◆ **Task data**

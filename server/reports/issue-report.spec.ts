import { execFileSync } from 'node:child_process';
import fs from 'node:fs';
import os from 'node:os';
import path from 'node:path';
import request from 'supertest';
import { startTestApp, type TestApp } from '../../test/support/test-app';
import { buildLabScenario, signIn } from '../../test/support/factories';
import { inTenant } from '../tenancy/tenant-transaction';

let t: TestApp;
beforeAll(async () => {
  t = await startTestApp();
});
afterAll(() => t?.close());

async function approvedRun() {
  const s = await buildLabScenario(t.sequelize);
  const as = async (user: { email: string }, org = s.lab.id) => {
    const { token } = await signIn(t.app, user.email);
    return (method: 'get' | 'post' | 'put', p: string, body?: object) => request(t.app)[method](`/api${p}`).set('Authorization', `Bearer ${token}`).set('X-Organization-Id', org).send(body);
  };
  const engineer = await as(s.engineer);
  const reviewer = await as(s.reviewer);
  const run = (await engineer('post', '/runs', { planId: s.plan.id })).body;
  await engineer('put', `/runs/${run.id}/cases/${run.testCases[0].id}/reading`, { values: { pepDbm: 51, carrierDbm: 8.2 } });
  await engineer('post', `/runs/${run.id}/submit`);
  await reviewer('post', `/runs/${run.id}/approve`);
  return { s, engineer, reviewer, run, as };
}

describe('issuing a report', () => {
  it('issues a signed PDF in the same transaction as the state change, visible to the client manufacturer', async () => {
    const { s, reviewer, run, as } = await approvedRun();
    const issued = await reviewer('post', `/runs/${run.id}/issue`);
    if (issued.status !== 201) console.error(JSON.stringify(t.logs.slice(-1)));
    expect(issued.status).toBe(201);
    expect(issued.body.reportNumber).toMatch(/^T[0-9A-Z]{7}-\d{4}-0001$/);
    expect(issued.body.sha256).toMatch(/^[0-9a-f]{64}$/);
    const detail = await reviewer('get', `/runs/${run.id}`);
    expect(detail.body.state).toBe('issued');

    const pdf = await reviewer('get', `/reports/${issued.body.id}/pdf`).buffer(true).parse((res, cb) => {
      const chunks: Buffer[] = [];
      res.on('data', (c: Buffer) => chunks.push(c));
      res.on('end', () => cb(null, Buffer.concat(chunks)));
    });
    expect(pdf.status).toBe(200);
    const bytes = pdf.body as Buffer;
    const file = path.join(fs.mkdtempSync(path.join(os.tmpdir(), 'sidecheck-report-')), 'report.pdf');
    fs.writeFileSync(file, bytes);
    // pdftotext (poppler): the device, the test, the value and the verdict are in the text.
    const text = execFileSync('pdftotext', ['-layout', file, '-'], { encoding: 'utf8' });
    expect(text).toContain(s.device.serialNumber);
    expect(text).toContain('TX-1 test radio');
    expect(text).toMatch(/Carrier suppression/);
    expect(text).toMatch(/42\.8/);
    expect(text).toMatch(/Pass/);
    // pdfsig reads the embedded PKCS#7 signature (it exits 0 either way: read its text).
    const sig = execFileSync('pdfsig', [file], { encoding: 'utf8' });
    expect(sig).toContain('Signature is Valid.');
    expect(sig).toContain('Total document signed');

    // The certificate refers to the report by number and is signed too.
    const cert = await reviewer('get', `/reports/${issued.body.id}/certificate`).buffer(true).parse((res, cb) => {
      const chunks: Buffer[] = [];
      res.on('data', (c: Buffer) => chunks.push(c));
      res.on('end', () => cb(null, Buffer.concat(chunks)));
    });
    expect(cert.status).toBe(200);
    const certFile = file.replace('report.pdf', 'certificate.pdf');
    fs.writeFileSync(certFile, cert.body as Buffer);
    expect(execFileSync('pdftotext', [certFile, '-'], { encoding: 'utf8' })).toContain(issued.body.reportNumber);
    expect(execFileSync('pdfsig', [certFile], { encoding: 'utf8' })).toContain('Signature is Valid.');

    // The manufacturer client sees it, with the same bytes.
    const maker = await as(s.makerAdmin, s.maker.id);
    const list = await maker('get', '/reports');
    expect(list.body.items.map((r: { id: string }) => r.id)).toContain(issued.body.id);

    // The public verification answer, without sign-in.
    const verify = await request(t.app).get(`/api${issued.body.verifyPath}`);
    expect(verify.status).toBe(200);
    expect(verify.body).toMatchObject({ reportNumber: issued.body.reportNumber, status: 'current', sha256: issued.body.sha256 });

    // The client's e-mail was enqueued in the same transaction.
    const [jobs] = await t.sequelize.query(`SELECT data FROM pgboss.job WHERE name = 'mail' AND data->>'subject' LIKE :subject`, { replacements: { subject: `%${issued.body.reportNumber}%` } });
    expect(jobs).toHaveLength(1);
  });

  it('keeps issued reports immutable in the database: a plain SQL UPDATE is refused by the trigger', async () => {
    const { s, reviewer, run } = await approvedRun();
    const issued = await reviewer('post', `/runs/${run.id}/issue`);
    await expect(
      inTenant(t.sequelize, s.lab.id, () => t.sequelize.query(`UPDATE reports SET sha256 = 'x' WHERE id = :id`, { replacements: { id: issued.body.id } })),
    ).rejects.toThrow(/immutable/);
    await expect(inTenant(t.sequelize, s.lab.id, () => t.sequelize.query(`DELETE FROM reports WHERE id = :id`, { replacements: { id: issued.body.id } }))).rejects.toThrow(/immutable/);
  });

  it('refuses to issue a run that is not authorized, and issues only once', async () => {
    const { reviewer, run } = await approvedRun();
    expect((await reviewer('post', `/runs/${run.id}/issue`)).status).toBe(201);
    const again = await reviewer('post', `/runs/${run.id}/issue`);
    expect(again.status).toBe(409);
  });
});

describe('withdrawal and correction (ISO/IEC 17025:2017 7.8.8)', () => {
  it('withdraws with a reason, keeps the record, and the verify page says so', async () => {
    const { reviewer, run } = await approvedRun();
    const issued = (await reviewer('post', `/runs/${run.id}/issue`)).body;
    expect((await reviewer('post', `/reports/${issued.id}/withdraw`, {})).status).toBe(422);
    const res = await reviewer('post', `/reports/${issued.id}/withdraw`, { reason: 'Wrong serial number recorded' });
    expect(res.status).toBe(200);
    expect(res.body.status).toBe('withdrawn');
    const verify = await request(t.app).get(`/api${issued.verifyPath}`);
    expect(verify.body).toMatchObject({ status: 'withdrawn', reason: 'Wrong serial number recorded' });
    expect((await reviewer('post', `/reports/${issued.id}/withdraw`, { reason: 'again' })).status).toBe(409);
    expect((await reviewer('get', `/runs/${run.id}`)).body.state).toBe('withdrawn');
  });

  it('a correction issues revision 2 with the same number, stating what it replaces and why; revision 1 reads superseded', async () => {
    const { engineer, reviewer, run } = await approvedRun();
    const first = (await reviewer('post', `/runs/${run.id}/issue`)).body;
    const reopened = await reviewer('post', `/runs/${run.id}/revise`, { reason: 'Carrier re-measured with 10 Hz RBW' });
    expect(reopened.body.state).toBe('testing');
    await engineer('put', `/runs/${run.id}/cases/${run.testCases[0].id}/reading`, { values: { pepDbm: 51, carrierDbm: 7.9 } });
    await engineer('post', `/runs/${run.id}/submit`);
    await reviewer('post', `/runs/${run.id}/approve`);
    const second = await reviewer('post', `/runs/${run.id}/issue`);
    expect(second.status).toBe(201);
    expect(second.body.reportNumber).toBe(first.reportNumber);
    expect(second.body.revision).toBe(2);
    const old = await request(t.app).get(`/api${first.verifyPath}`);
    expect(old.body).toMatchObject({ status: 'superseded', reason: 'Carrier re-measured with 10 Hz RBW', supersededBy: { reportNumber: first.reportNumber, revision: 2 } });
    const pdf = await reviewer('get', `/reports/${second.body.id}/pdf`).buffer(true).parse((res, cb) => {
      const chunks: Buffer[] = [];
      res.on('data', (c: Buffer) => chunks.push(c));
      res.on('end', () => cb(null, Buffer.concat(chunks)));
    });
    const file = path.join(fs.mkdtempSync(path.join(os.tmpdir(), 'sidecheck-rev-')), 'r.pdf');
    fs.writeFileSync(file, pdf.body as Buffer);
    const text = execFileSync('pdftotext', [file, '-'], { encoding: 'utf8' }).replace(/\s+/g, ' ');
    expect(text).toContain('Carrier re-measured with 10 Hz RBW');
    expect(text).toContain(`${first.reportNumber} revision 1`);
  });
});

...

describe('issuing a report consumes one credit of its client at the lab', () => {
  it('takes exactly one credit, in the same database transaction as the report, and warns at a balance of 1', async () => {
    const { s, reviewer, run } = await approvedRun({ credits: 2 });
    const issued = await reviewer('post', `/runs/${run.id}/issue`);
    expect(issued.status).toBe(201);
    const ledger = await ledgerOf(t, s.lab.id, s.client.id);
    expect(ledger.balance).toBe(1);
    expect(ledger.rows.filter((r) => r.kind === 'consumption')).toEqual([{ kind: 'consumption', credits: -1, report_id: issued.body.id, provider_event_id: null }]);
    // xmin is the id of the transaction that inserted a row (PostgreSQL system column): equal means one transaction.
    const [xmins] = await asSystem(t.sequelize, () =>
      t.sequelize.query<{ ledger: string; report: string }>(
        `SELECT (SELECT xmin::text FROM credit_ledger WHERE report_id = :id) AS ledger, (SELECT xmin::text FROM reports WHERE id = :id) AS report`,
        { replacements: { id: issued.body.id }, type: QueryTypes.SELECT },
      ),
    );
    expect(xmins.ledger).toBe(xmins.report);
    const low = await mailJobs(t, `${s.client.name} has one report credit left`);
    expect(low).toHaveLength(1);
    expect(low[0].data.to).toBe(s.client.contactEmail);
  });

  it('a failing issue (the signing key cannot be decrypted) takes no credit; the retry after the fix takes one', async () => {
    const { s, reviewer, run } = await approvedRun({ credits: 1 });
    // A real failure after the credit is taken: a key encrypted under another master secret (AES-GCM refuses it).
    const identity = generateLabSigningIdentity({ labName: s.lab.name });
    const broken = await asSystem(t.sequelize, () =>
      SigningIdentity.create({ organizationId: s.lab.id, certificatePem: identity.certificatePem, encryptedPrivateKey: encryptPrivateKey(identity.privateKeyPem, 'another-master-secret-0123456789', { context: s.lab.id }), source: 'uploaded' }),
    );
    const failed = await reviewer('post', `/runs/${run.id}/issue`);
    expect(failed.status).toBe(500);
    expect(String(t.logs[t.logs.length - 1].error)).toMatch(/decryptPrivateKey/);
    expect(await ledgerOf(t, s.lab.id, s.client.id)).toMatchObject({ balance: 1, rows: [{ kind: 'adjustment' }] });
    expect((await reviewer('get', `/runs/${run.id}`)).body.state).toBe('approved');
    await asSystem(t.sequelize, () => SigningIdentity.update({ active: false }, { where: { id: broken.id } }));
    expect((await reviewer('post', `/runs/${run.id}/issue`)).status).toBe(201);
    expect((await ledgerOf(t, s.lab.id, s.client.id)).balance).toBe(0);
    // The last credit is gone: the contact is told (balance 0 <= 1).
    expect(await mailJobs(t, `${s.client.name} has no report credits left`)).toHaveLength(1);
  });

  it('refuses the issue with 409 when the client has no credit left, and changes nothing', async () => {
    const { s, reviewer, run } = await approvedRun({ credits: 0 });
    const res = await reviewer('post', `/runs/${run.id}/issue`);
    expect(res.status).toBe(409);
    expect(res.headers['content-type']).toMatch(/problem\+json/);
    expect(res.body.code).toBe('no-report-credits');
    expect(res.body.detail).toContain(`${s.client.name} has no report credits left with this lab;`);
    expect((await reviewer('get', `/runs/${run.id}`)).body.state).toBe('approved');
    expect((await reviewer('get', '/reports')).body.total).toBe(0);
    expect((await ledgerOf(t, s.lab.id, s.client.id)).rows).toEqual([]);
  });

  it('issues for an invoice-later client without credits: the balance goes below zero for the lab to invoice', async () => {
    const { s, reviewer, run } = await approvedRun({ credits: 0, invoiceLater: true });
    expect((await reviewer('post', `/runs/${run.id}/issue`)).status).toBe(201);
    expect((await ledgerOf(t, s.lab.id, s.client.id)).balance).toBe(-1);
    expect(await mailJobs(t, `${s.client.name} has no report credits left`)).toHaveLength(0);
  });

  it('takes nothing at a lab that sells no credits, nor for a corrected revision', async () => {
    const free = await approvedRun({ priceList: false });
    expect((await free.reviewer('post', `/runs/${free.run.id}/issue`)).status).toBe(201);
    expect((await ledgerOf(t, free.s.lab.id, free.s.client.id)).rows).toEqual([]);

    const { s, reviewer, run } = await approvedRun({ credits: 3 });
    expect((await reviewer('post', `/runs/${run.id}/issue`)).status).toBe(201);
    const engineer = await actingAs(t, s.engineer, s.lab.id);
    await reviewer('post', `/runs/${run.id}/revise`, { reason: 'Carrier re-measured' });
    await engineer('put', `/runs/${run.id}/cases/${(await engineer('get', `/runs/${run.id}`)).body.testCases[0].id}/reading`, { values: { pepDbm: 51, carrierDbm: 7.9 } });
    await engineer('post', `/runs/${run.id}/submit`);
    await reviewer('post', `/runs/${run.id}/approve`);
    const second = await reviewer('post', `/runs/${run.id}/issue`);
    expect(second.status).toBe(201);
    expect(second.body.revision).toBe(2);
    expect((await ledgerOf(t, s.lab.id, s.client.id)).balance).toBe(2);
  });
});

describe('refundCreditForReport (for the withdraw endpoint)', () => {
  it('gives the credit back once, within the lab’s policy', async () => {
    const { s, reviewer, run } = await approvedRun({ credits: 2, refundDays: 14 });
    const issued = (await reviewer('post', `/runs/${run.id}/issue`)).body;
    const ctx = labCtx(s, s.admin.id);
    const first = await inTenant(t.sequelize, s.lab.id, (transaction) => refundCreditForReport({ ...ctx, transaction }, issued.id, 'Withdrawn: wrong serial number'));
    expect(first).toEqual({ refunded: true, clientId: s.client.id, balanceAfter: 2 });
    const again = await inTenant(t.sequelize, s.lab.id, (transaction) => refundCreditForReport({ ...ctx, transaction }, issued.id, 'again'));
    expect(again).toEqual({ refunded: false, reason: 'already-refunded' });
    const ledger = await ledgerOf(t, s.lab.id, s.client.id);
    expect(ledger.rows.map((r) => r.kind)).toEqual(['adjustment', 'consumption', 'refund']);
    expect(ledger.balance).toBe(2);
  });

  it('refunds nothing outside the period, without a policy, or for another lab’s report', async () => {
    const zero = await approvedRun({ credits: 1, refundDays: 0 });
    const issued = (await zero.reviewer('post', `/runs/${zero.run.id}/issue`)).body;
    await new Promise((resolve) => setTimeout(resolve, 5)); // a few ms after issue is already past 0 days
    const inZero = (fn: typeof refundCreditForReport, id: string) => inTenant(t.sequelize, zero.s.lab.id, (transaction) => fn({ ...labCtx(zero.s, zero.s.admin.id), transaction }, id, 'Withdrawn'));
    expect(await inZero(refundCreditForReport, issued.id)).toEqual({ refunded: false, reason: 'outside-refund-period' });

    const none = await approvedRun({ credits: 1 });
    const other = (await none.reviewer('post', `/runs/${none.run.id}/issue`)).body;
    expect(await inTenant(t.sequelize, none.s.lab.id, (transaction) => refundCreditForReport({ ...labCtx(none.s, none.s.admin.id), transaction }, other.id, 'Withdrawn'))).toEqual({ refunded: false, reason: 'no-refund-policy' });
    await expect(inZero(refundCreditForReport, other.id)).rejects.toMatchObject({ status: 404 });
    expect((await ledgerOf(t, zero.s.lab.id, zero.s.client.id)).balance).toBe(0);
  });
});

...

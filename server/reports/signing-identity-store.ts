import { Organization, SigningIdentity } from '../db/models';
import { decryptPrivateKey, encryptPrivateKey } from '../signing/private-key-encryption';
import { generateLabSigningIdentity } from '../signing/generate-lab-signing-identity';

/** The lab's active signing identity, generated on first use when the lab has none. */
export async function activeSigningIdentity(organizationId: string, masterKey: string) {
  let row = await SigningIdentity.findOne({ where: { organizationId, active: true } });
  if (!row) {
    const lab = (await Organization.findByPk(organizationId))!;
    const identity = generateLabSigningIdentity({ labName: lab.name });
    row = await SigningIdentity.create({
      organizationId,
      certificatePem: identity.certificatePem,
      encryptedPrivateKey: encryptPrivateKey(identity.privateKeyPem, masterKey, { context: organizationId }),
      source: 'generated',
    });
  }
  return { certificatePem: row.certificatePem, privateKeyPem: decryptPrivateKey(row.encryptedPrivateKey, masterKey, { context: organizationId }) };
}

◆ **Exercise**
Apply a filter for "device" to the entries and show each line that passes.

◆ **Answer box**
    // pdftotext (poppler): the device, the test, the value and the verdict are in the text.
    expect(text).toContain(s.device.serialNumber);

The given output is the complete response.